(SUPPLIED INFORMATION Opens)

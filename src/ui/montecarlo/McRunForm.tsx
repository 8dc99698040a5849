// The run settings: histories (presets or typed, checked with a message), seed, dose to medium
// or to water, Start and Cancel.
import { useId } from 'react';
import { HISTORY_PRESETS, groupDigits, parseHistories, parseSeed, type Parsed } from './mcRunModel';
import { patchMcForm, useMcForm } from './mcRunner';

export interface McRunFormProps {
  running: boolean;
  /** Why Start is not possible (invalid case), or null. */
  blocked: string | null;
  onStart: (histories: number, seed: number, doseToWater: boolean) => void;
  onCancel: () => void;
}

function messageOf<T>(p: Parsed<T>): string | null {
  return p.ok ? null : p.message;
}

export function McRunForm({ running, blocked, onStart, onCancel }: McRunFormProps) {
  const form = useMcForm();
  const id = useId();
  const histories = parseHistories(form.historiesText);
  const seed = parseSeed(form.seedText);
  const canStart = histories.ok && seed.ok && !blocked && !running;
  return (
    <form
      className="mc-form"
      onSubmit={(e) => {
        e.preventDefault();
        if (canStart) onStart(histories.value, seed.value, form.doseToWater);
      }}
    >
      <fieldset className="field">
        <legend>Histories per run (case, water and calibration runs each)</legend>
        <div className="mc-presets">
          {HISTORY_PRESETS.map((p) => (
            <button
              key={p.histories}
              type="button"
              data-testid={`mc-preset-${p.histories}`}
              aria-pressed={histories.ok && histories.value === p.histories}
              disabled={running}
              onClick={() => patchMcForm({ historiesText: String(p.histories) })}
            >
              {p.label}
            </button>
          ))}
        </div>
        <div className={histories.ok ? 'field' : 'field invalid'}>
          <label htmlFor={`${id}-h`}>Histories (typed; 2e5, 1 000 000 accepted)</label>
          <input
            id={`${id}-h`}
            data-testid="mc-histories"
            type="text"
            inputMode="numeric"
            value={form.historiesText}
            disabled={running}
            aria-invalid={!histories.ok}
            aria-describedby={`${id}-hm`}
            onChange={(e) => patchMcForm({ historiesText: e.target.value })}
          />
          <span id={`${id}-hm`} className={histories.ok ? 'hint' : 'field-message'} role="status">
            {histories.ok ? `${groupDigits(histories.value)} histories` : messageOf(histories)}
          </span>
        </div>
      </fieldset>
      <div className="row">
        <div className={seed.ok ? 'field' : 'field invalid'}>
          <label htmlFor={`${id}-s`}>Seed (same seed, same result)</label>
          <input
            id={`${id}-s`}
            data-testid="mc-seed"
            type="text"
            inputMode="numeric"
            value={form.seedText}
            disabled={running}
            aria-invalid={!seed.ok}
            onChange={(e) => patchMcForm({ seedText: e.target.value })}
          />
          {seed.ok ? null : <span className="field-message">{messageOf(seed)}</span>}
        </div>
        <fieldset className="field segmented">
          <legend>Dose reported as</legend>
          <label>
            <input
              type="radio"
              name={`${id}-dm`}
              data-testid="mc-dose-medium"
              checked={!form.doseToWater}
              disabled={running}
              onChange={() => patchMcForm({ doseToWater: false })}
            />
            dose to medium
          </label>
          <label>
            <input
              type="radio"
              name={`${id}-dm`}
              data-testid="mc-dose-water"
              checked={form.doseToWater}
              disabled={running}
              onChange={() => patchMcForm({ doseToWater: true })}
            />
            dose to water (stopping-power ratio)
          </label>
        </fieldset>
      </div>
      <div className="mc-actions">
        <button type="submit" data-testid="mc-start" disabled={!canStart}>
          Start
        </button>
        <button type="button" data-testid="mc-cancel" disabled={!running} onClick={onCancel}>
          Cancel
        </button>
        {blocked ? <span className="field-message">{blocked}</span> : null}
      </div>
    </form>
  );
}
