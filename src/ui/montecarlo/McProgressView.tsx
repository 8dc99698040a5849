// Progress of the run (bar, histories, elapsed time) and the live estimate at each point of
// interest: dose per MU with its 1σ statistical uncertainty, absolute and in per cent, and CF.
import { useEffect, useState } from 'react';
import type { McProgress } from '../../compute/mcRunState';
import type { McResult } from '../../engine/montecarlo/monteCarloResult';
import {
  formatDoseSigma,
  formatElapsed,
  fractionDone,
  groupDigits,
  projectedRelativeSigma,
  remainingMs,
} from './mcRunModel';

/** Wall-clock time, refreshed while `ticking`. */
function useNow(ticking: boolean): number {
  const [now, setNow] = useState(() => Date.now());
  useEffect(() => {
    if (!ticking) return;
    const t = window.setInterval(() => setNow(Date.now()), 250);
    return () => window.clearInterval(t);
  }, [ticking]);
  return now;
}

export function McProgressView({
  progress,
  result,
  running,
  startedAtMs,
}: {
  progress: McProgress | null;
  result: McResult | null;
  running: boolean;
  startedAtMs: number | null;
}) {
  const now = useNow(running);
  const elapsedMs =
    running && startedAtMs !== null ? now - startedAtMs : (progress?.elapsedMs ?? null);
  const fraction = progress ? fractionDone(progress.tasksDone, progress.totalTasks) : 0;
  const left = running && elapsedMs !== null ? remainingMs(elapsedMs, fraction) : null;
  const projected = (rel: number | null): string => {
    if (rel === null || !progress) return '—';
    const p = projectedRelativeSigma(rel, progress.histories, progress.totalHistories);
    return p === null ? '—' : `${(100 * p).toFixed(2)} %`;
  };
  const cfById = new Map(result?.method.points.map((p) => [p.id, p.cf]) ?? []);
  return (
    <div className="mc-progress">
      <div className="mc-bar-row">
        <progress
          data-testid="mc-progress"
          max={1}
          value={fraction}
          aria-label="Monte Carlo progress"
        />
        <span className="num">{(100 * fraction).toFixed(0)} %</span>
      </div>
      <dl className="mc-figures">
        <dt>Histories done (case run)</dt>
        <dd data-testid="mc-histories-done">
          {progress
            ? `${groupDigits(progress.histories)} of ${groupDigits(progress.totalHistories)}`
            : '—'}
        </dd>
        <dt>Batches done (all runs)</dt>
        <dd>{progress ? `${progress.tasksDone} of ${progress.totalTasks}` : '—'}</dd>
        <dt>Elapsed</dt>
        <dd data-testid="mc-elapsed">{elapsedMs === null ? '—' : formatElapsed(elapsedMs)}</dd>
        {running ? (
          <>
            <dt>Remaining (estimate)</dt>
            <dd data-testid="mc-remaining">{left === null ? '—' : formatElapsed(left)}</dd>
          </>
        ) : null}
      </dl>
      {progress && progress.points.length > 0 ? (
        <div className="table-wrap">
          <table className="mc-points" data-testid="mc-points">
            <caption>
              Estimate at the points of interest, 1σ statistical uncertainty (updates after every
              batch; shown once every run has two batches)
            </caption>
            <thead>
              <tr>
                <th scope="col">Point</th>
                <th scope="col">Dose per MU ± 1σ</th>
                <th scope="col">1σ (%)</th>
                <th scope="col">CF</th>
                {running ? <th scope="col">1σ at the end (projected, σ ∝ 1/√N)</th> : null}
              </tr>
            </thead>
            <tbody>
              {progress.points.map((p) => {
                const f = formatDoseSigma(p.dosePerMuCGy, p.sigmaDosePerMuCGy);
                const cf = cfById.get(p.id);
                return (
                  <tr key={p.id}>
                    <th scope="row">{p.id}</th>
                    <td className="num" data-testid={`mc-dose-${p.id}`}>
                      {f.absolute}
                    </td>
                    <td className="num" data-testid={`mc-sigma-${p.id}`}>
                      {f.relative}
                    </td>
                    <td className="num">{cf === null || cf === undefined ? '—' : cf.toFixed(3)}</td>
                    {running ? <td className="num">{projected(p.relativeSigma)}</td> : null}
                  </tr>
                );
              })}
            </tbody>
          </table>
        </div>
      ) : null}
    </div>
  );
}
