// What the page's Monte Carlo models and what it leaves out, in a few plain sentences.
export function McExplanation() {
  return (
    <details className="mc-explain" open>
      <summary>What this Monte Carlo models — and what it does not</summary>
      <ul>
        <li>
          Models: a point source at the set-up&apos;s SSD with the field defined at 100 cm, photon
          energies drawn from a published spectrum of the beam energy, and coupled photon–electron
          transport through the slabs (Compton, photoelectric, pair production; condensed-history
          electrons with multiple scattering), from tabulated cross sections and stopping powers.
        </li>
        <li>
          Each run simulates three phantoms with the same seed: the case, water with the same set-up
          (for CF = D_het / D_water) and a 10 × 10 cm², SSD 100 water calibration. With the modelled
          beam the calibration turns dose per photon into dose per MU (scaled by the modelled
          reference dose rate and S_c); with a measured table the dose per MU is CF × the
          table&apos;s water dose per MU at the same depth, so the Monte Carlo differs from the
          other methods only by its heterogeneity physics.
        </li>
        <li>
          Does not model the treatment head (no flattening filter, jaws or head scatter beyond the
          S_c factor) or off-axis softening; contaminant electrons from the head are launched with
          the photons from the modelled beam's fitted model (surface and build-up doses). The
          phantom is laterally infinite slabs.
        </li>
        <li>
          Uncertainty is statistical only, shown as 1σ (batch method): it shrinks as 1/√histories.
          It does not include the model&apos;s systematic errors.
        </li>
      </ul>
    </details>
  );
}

(SUPPLIED INFORMATION Closes)
(SUPPLIED INFORMATION Opens)

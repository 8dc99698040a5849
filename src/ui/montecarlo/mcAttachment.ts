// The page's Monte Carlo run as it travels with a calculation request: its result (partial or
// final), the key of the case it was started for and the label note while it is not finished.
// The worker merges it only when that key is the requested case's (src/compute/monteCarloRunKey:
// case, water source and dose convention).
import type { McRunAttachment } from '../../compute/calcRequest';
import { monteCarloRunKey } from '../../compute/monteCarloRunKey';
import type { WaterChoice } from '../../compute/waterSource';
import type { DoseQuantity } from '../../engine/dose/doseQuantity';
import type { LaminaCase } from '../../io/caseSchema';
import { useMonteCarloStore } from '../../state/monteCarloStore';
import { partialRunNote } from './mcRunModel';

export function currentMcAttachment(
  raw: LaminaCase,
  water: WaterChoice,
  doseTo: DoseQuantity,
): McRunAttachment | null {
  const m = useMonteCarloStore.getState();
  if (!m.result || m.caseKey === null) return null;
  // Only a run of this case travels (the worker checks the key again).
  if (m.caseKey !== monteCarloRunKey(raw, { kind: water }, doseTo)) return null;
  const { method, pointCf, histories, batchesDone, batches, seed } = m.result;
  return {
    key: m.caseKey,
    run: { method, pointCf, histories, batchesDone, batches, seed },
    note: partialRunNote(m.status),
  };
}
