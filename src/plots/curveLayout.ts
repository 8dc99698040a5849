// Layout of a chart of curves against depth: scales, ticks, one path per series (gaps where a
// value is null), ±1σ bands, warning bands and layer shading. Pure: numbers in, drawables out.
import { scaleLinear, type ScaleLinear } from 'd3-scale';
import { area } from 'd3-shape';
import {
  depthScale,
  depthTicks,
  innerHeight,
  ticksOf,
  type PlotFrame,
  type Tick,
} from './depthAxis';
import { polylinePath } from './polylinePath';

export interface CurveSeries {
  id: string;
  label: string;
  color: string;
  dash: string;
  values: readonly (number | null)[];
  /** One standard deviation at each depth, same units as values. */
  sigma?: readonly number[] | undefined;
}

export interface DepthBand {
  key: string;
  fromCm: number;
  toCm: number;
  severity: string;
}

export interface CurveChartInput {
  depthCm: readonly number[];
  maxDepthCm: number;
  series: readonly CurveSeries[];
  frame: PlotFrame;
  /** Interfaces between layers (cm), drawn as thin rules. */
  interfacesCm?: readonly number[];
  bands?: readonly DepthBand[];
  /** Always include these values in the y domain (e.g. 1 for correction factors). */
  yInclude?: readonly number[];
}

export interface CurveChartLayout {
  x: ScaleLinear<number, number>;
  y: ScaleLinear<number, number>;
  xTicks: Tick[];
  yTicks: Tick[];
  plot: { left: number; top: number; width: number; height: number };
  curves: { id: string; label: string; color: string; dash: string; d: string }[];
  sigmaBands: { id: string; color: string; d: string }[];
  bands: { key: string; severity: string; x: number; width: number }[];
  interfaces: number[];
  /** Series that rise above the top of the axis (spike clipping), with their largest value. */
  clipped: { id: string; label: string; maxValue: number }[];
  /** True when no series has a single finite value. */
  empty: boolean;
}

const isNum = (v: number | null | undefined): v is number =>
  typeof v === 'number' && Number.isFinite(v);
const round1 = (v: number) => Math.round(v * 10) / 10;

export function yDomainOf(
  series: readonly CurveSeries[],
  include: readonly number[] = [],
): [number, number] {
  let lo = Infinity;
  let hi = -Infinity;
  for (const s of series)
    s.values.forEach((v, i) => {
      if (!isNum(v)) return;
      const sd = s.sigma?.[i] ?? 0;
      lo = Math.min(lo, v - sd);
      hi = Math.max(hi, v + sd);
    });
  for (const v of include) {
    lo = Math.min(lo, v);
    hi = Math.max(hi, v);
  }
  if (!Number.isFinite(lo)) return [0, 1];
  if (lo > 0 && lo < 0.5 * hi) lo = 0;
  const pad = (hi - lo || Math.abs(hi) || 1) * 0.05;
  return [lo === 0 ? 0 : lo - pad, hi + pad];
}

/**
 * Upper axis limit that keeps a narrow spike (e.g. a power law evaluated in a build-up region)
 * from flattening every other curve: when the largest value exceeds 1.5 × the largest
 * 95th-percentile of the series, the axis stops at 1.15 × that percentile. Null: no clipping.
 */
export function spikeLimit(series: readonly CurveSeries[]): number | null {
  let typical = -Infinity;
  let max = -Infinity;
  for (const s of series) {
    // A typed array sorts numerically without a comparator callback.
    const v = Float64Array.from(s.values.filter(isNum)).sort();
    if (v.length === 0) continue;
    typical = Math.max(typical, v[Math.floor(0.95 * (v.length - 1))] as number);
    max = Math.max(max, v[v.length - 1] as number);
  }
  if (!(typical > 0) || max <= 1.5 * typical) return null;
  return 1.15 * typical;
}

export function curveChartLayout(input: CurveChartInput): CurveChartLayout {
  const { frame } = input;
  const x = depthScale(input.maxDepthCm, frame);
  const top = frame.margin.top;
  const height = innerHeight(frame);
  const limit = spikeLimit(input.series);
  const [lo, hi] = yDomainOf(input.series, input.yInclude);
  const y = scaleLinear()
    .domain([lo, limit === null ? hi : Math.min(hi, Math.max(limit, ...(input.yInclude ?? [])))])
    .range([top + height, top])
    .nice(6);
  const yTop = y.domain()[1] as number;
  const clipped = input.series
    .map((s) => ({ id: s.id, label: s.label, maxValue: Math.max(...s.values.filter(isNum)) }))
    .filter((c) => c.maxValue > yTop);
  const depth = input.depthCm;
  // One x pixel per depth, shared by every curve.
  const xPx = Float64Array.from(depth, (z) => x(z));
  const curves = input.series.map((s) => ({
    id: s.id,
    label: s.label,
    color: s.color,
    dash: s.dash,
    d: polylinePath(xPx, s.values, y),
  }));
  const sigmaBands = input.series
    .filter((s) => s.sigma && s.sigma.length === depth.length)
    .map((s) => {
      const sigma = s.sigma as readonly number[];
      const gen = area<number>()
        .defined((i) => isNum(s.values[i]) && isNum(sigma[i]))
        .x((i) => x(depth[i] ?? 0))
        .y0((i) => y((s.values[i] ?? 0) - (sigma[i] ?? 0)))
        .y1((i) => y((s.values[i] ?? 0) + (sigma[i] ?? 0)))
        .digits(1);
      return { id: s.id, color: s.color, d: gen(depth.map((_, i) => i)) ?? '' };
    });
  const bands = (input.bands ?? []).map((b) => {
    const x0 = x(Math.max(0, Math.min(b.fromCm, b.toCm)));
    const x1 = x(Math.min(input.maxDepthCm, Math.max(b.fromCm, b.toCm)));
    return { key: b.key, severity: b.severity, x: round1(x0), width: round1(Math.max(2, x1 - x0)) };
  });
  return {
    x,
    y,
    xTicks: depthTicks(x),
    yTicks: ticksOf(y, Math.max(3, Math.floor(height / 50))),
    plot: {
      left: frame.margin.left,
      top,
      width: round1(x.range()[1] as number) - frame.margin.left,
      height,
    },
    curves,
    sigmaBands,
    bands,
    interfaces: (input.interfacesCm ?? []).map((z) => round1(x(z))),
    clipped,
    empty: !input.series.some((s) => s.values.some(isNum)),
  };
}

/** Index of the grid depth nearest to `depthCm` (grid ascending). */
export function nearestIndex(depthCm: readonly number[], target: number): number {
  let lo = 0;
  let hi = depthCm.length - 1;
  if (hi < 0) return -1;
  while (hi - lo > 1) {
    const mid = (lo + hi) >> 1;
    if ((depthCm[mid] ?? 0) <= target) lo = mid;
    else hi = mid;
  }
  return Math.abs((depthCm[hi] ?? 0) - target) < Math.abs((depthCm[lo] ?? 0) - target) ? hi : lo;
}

(SUPPLIED INFORMATION Closes)

Of the entries above, repeat exactly the lines between the line with "return now;" and the line with "running && startedAtMs", inclusive, and no others.

  return now;
}

export function McProgressView({
  progress,
  result,
  running,
  startedAtMs,
}: {
  progress: McProgress | null;
  result: McResult | null;
  running: boolean;
  startedAtMs: number | null;
}) {
  const now = useNow(running);
  const elapsedMs =
    running && startedAtMs !== null ? now - startedAtMs : (progress?.elapsedMs ?? null);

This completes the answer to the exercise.